[Exercise inputs — start]

"""The numpy form of the per-turn model (before it was compiled), kept as the tests' reference.

:func:`measured_model` is what :func:`fringe.fit.turn_model._measured_model` computed with
numpy arrays per turn (the (n, 6) Lagrange derivative weights from the powers of s, the
(n, 2, 3, LEAK_ORDER + 1) leak coefficients, their batched product and the stencil sums); the
compiled kernel (:mod:`fringe.fit.stencil`) is checked against it. Only the tests use it.
"""

import math

import numpy as np

from fringe.demodulate.settings import leak_terms
from fringe.fit.turn_model import STENCIL, _derivative_matrices


def lagrange_derivative_weights(s, step_s, max_order):
    """Weights (n, 6) of the stencil values for the j-th time derivative (per s^j), j <= max."""
    size = STENCIL.size
    powers = np.empty((s.size, size))
    powers[:, 0] = 1.0
    for e in range(1, size):
        powers[:, e] = powers[:, e - 1] * s
    return [powers[:, :size - j] @ m / step_s ** j
            for j, m in enumerate(_derivative_matrices(max_order))]


def _stencil_sum(w, first, m, x):
    """sum over q, s of w[t, q, s] x[q m + first[t] + s] (numpy gather)."""
    n, q, s = w.shape
    rows = (np.arange(q)[None, :, None] * m + first[:, None, None]
            + np.arange(s)[None, None, :])                       # (n, q, s)
    return np.einsum("nqs,nqsk->nk", w, x[rows])


def measured_model(start_s, step_s, stacked, t, half, leak, settings, leak_order):
    """A, C, B (each (n, k)) of turns on the grid (start_s, step_s, stacked (3 m, k))."""
    m = stacked.shape[0] // 3
    pos = (t - start_s) / step_s
    i = np.clip(np.floor(pos).astype(np.intp), -STENCIL[0], m - 1 - STENCIL[-1])
    lw = np.stack(lagrange_derivative_weights(pos - i, step_s, leak_order), axis=1)
    n = t.size
    terms = leak_terms(settings)
    src = [{"A": 0, "C": 1, "B": 2}[kind] for kind, _ in terms]
    scale = {j: half ** j / math.factorial(j) for j in {j for _, j in terms}}
    k_rj = np.zeros((n, 2, 3, leak_order + 1))
    k_rj[:, 0, 1, 0] = 1.0
    k_rj[:, 1, 2, 0] = 1.0
    k_rj[:, :, src, [j for _, j in terms]] = (
        leak * np.stack([scale[j] for _, j in terms], axis=1)[:, None, :] + 0.0)
    w = np.matmul(k_rj.reshape(n, 6, leak_order + 1), lw)
    first = i + STENCIL[0]
    c = _stencil_sum(w[:, :3], first, m, stacked)
    b = _stencil_sum(w[:, 3:], first, m, stacked)
    a = _stencil_sum(lw[:, :1], first, m, stacked[:m])
    return a, c, b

[Exercise inputs — finish]

Task item → Return exactly the leading lines of the listing, stopping after the line in which "(n, 2, 3, LEAK_ORDER + 1) leak" occurs.

Final answer →
"""The numpy form of the per-turn model (before it was compiled), kept as the tests' reference.

:func:`measured_model` is what :func:`fringe.fit.turn_model._measured_model` computed with
numpy arrays per turn (the (n, 6) Lagrange derivative weights from the powers of s, the
(n, 2, 3, LEAK_ORDER + 1) leak coefficients, their batched product and the stencil sums); the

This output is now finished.